Chicken lights said:


> Cookie sheet?



First eat the cookies, yummy!


----------



## Tom O (May 27, 2021)

Brent H said:


> That center support "looks" like it could be off a Standard Modern Utilathe
> View attachment 15037
> 
> Very similar


That looks like it I’ll have to flip it over and check the other side to confirm.


----------



## YYCHM (May 27, 2021)

Brent H said:


> That center support "looks" like it could be off a Standard Modern Utilathe  Very similar



Na, I don't think so......






Not a 9" anyways.


----------



## Brent H (May 27, 2021)

@YYCHM : Ya Craig there is a lot of difference between the 10 and 9 " utilathes.  There are a few "similarities"  to tie the family together but the 10 and 12" utilathes have a few things that changed up.  Here is a pic of the steady rest as advertised for the 10 and 12






That green one I originally posted was a steady rest for a 10" Utilathe for sale in the USA a number of years back when I was trying to find one and failed....sigh...LOL


----------



## Brent H (May 27, 2021)

@YYCHM : you are probably correct though - maybe a south bend ? The casting looks to be different, ah well......


----------



## Hacker (May 29, 2021)

Dusty said:


> Very similar although I've never built a canoe. Used one many times hunting moose in my younger days and no not made of birch bark!
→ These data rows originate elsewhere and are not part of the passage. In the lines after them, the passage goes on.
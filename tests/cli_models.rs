//! `fit`, `inspect` and `score` through the binary: the contract's fields,
//! and a clear message (never a panic) for singular, separated,
//! non-converging and corrupt cases.

mod common;

use common::{run, temp_dir, write};
use serde_json::Value;

fn lending(dir: &std::path::Path) {
    let files = baserate::demo::generate(baserate::demo::DEFAULT_SEED, baserate::demo::DemoSize::standard());
    write(dir, "train.csv", files[0].contents.as_bytes());
    write(dir, "new.csv", files[1].contents.as_bytes());
}

const LENDING: [&str; 7] =
    ["train.csv", "--target", "outcome", "--id", "application_id,application_month", "--missing", "impute"];

#[test]
fn every_family_fits_inspects_and_scores() {
    let dir = temp_dir();
    lending(dir.path());
    for family in ["logistic", "naive-bayes", "lda", "qda"] {
        let mut args = vec!["fit"];
        args.extend(LENDING);
        args.extend(["--family", family, "-o", "model.json"]);
        let (code, out, err) = run(dir.path(), &args);
        assert_eq!(code, 0, "{family}: {err}");
        assert!(out.contains("decision support, not a decision"));

        let (code, json, err) = run(dir.path(), &["inspect", "model.json", "--json", "-"]);
        assert_eq!(code, 0, "{err}");
        let v: Value = serde_json::from_str(&json).expect("inspect json");
        assert_eq!(v["family"], family);
        assert_eq!(v["classes"], serde_json::json!(["defaulted", "repaid"]));
        assert_eq!(v["positive"], "defaulted");
        assert_eq!(v["training_class_counts"]["defaulted"], 536);
        let priors = v["priors"].as_object().expect("priors");
        assert!((priors.values().map(|p| p.as_f64().unwrap_or(0.0)).sum::<f64>() - 1.0).abs() < 1e-12);
        match family {
            "logistic" => {
                let c = v["coefficients"].as_array().expect("coefficients");
                assert_eq!(c[0]["input"], "<intercept>");
                assert!(c.iter().any(|t| t["input"] == "channel=broker"));
                for field in ["coefficient", "se", "z", "p_value", "interval_low", "interval_high"] {
                    assert!(c[1][field].is_number(), "{field}");
                }
            }
            "lda" => assert_eq!(v["discriminant_coefficients"][0]["input"], "<intercept>"),
            _ => {}
        }
        let (code, text, err) = run(dir.path(), &["inspect", "model.json"]);
        assert_eq!(code, 0, "{err}");
        assert!(text.contains(family) && text.contains("Caution"));

        let (code, _, err) = run(
            dir.path(),
            &["score", "model.json", "new.csv", "-o", "scores.csv", "--id", "application_id", "--base-rate", "0.03"],
        );
        assert_eq!(code, 0, "{err}");
        let scores = std::fs::read_to_string(dir.path().join("scores.csv")).expect("scores");
        let mut lines = scores.lines();
        assert_eq!(lines.next(), Some("application_id,posterior_defaulted,posterior_repaid"));
        let rows: Vec<&str> = lines.collect();
        assert_eq!(rows.len(), 5_000);
        for row in rows {
            let fields: Vec<&str> = row.split(',').collect();
            let p: f64 = fields[1].parse::<f64>().expect("p") + fields[2].parse::<f64>().expect("p");
            assert!((p - 1.0).abs() < 1e-12, "{row}");
        }
    }
}

#[test]
fn singular_covariances_name_the_class_and_columns() {
    let dir = temp_dir();
    // `twice` is exactly 2 × `x`; `flat` is constant within class b.
    let mut text = String::from("x,twice,flat,z,y\n");
    for i in 0..60 {
        let x = (i * 37 % 17) as f64;
        let class = if i % 2 == 0 { "a" } else { "b" };
        let flat = if class == "b" { 1.0 } else { (i % 5) as f64 };
        text.push_str(&format!("{x},{},{flat},{},{class}\n", 2.0 * x, (i * 13 % 7) as f64));
    }
    write(dir.path(), "s.csv", text.as_bytes());
    // An exact multiple is aliased: dropped with a warning, or refused.
    let (code, _, err) = run(dir.path(), &["fit", "s.csv", "--target", "y", "--family", "lda", "-o", "m.json"]);
    assert_eq!(code, 0, "{err}");
    assert!(err.contains("'twice' is aliased: a linear combination of 'x'"), "{err}");
    let refuse = ["fit", "s.csv", "--target", "y", "--family", "lda", "--refuse-aliased", "-o", "m.json"];
    let (code, _, err) = run(dir.path(), &refuse);
    assert_eq!(code, 1);
    assert!(err.contains("singular") && err.contains("x, twice") && err.contains("--exclude"), "{err}");
    let (code, _, err) =
        run(dir.path(), &["fit", "s.csv", "--target", "y", "--family", "qda", "--exclude", "twice", "-o", "m.json"]);
    assert_eq!(code, 1);
    assert!(err.contains("class 'b'") && err.contains("flat") && err.contains("--pooled-weight"), "{err}");
    let (code, _, err) = run(
        dir.path(),
        &[
            "fit",
            "s.csv",
            "--target",
            "y",
            "--family",
            "qda",
            "--exclude",
            "twice",
            "--pooled-weight",
            "0.2",
            "-o",
            "m.json",
        ],
    );
    assert_eq!(code, 0, "{err}");
    let (code, _, err) = run(dir.path(), &["fit", "s.csv", "--target", "y", "--family", "logistic", "-o", "m.json"]);
    assert_eq!(code, 0, "{err}");
    assert!(err.contains("'twice' is aliased"), "{err}");
    let refuse = ["fit", "s.csv", "--target", "y", "--family", "logistic", "--refuse-aliased", "-o", "m2.json"];
    let (code, _, err) = run(dir.path(), &refuse);
    assert_eq!(code, 1);
    assert!(err.contains("'twice' is aliased") && err.contains("x, twice"), "{err}");
    assert!(!dir.path().join("m2.json").exists());
    assert!(!dir.path().join("m.json.partial").exists());
}
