/// The amounts column: a numeric feature's values, or an identifier
/// column's when every one of them is a number.
fn amounts(dataset: &Dataset, column: &str) -> Result<Vec<f64>> {
    if let Some(j) = dataset.schema.numeric_inputs().iter().position(|n| n == column) {
        return Ok(dataset.numeric.column(j).to_vec());
    }
    let from_text = dataset
        .ids
        .iter()
        .find(|(name, _)| name == column)
        .and_then(|(_, values)| values.iter().map(|x| x.trim().parse::<f64>().ok()).collect::<Option<Vec<f64>>>());
    from_text.ok_or_else(|| {
        Error::invalid(crate::error::message![
            Setting::Amount,
            format!(" must name a numeric column; '{column}' is not one")
        ])
    })
}

/// The segments column's values.
fn segments(dataset: &Dataset, column: &str) -> Result<Vec<String>> {
    column_text(dataset, column).ok_or_else(|| {
        Error::invalid(crate::error::message![
            Setting::By,
            format!(" names column '{column}', which was not read (name it with "),
            Setting::Ids,
            ", or as a feature)"
        ])
    })
}

/// The study's target class mix, resolved on the dataset's classes.
fn resolve_target_prior(dataset: &Dataset, options: &StudyOptions) -> Result<Option<Vec<f64>>> {
    let target = &dataset.schema.target;
    options
        .target_prior
        .as_ref()
        .map(|spec| spec.resolve(&target.classes, &target.class_mix(), target.positive_index()))
        .transpose()
}
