fn missing_values_and_unseen_categories(pg: &mut dyn Engine) {
    let dir = temp_dir();
    let d = dir.path();
    let demo = demo(d);
    let lending = demo.join("lending");
    let train = lending.join("train.csv");
    let costs = lending.join("costs.toml");
    // Problems on rows that never share two (the moduli's products exceed
    // the row count): a blank income, an unseen channel, a blank housing
    // (the model has a missing level for it), an unseen housing, a blank
    // months_at_address (an indicator input), a blank amount (read by the
    // costs too).
    let damaged = d.join("damaged.csv");
    edited(&lending.join("new_portfolio.csv"), &damaged, |i, column, value| match column {
        "income" if i % 97 == 0 => String::new(),
        "channel" if i % 89 == 0 => "kiosk".into(),
        "housing" if i % 83 == 0 => String::new(),
        "housing" if i % 79 == 0 => "houseboat".into(),
        "months_at_address" if i % 73 == 0 => String::new(),
        "amount_requested" if i % 71 == 0 => String::new(),
        _ => value.to_string(),
    });
    let model = d.join("probe.json");
    let fit = [
        "fit",
        train.to_str().unwrap(),
        "--target",
        "outcome",
        "--family",
        "lda",
        "--id",
        "application_id,application_month",
        "--missing",
        "impute",
        "-o",
        model.to_str().unwrap(),
    ];
    assert_eq!(run(d, &fit).0, 0);
    pg.load("damaged", &damaged, &numeric_columns(&model));
    let (train, damaged_path, costs) = (train.to_str().unwrap(), damaged.as_path(), costs.to_str().unwrap());
    let fit = |family| fit_lending(train, family);
    let cases = [
        ("unseen set aside, missing imputed", "lda", vec!["--unseen", "reject", "--missing", "impute"]),
        ("unseen as missing", "naive-bayes", vec!["--unseen", "missing", "--missing", "impute"]),
        ("missing values set aside", "qda", vec!["--unseen", "reject", "--missing", "drop-rows"]),
        (
            "logistic, unseen as missing, missing set aside",
            "logistic",
            vec!["--unseen", "missing", "--missing", "drop-rows"],
        ),
    ];
    for (name, family, flags) in cases {
        let flags = with(vec!["--id", "application_id", "--costs", costs], &flags);
        let (scored, _) = run_case(
            pg,
            d,
            &Case { name, fit: fit(family), flags, table: "damaged", data: damaged_path, key: "application_id" },
        );
        assert!(scored < 5000 && scored > 4500, "{name}: {scored} rows scored");
    }
}

#[test]
fn hostile_names_are_only_names() {
    let Some(mut pg) = postgres() else { return };
    hostile_names(&mut pg);
}
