/// Every path in a file that leaves its top-level module: (line, first module below the crate root).
fn crate_paths(file: &str, text: &str) -> Vec<(usize, String)> {
    let toks = tokens(text);
    let at = |i: usize| toks.get(i).map_or("", |t| t.0.as_str());
    let mut here = module_path(file);
    let mut open = Vec::new(); // the brace depth outside each inline `mod name { ... }`
    let (mut found, mut depth, mut i) = (Vec::new(), 0, 0);
    while i < toks.len() {
        match at(i) {
            "use" => {
                i = tree(&toks, i + 1, &[], &here, &mut found);
                continue;
            }
            "crate" | "super" | "self" if at(i + 1) == "::" => {
                i = tree(&toks, i, &[], &here, &mut found);
                continue;
            }
            "mod" if at(i + 2) == "{" => {
                here.push(at(i + 1).to_string());
                open.push(depth);
            }
            "{" => depth += 1,
            "}" => {
                depth -= 1;
                if open.last() == Some(&depth) {
                    open.pop();
                    here.pop();
                }
            }
            _ => {}
        }
        i += 1;
    }
    found
}

/// The names `src/lib.rs` defines or re-exports at its top level (not its `mod` declarations).
fn root_items(text: &str) -> BTreeSet<String> {
    let toks = tokens(text);
    let at = |i: usize| toks.get(i).map_or("", |t| t.0.as_str());
    let (mut items, mut depth, mut in_use) = (BTreeSet::new(), 0, false);
    for i in 0..toks.len() {
        match at(i) {
            "{" => depth += 1,
            "}" => depth -= 1,
            "use" if depth == 0 => in_use = true,
            ";" => in_use = false,
            "fn" | "const" | "static" | "struct" | "enum" | "trait" | "type" | "union" if depth == 0 && !in_use => {
                items.insert(at(i + 1).to_string());
            }
            word if in_use && matches!(at(i + 1), "," | "}" | ";") => {
                items.insert(word.to_string());
            }
            _ => {}
        }
    }
    items
}

/// Groups of modules that import each other, directly or through others, each group sorted.
fn cycles(graph: &BTreeMap<String, BTreeSet<String>>) -> Vec<Vec<String>> {
    let reach = |start: &String| -> BTreeSet<String> {
        let (mut seen, mut stack) = (BTreeSet::new(), vec![start.clone()]);
        while let Some(module) = stack.pop() {
            for next in graph.get(&module).into_iter().flatten() {
                if seen.insert(next.clone()) {
                    stack.push(next.clone());
                }
            }
        }
        seen
    };
    let reachable: BTreeMap<&String, BTreeSet<String>> = graph.keys().map(|module| (module, reach(module))).collect();
    let mut groups = BTreeSet::new();
    for (module, seen) in &reachable {
        let back = |other: &&String| reachable.get(other).is_some_and(|theirs| theirs.contains(*module));
        let group: Vec<String> = seen.iter().filter(back).cloned().collect();
        if group.len() > 1 {
            groups.insert(group);
        }
    }
    groups.into_iter().collect()
}

/// Checks the layering of (path relative to the crate root, text) pairs and returns one line per
/// problem: an import that does not go down a floor, a module without a floor, an import cycle.
fn check(files: &[(String, String)]) -> Vec<String> {
    let items = files.iter().find(|(path, _)| path == "src/lib.rs").map(|(_, text)| root_items(text));
    let items = items.unwrap_or_default();
    let mut problems = BTreeSet::new();
    let mut graph: BTreeMap<String, BTreeSet<String>> = BTreeMap::new();
    // lib.rs may declare and re-export anything; main.rs reaches the library as `baserate::`.
    for (path, text) in files.iter().filter(|(path, _)| path != "src/lib.rs" && path != "src/main.rs") {
        let from = module_path(path).into_iter().next().unwrap_or_default(); // src/cli/ is `cli`
        let Some(from_floor) = floor(&from) else {
            problems.insert((path.clone(), 1, format!("module {from} is not in the floor list")));
            continue;
        };
        for (line, name) in crate_paths(path, text) {
            let (to, to_floor) = match floor(&name) {
                Some(to_floor) => (name, to_floor),
                None if name == "crate" || items.contains(&name) => ("crate".to_string(), 0),
                None => {
                    problems.insert((path.clone(), line, format!("module {name} is not in the floor list")));
                    continue;
                }
            };
            if to == from {
                continue;
            }
            if to_floor >= from_floor {
                let message = format!("{from} (floor {from_floor}) imports {to} (floor {to_floor})");
                problems.insert((path.clone(), line, message));
            }
            graph.entry(from.clone()).or_default().insert(to);
        }
    }
    let loops = cycles(&graph).into_iter().map(|group| format!("import cycle between modules: {}", group.join(", ")));
    problems.into_iter().map(|(path, line, text)| format!("{path}:{line}: {text}")).chain(loops).collect()
}

/// Every `.rs` file under `dir`, as (path relative to `root` with `/` separators, text), sorted.
fn rust_files(root: &Path, dir: &Path, files: &mut Vec<(String, String)>) {
    let entries = fs::read_dir(dir).unwrap_or_else(|e| panic!("read {}: {e}", dir.display()));
    let mut paths: Vec<_> = entries.map(|entry| entry.expect("read a folder entry").path()).collect();
    paths.sort();
    for path in paths {
        if path.is_dir() {
            rust_files(root, &path, files);
        } else if path.extension().is_some_and(|ext| ext == "rs") {
            let relative = path.strip_prefix(root).expect("a source file under the crate root");
            let parts: Vec<_> = relative.components().map(|part| part.as_os_str().to_string_lossy()).collect();
            let text = fs::read_to_string(&path).unwrap_or_else(|e| panic!("read {}: {e}", path.display()));
            files.push((parts.join("/"), text));
        }
    }
}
I haven't built one either but have several friends that have built cedar ones and have always been amazed at how far you can bend the wood without breaking it and still maintain strength.


----------



## Susquatch (Jun 15, 2021)

francist said:


> I’ve also used quick and dirty trays or troughs scabbed together from fence boards or whatever wood you have around. Line it with a garbage bag or similar plastic and you’re good to go. No need to get fancy with seams or anything, it only needs to contain the liquid for a day or two, and you can fit the tray to the artifact so as to economize on the solution.
> 
> Jars filled with water, rocks, marbles etc can also be placed in the tank to bulk up the volume so you don’t need as much actual chemical to cover the piece.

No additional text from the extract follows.